In recent weeks, the Army has said it will recruit thousands of sailors and airmen who are otherwise scheduled to leave the Navy and Air Force because of cutbacks. Starting this month, the Army may delay the retirements of soldiers with at least 20 years' experience if they are in jobs that face critical staffing shortages. The Army's top training forces at Fort Polk, La., and Fort Irwin, Calif., are being deployed for the first time, to Iraq, raising concerns among some officers that troops will not be given the most strenuous preparation possible before they leave the United States. . . .
Once soldiers initially enlist, they usually wait one month to one year before they formally enlist and are shipped to basic training. As of June 30, there were 2,260 recruits in the delayed entry program, down from 12,236 recruits a year ago.

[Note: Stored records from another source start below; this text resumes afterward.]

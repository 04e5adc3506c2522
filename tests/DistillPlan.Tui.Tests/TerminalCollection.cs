namespace DistillPlan.Tui.Tests;

/// <summary>Tests that drive a Terminal.Gui application run one at a time: the library keeps some state per process.</summary>
[CollectionDefinition(Name, DisableParallelization = true)]
public sealed class TerminalCollection
{
    /// <summary>The collection's name.</summary>
    public const string Name = "terminal";
}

By dipping into this personnel bank, some recruiting officials said, the Army is eating its seed corn. "They are stealing from the future to accomplish their current accession mission," said one Army recruiting official, referring to the enlisted recruits sent to basic training. (Eric Schmitt and Thom Shanker, "Army to Call Up Recruits Earlier," New York Times, July 22, 2004)
1 comment:
It's, of course, just another con. I'm sure many of the people on active duty actually see themselves as stars in JAG (there's a lot of that sort of surgery on display in that show). The actual conditions in the US military health care system are such that it is often difficult to get adequate basic health care. Just look at the problems the many activated reservists and guard have getting cared for--and it's even more difficult for their dependents, who may live far away from any military hospital and who are often told to get in the queue because the priority is personnel on active duty.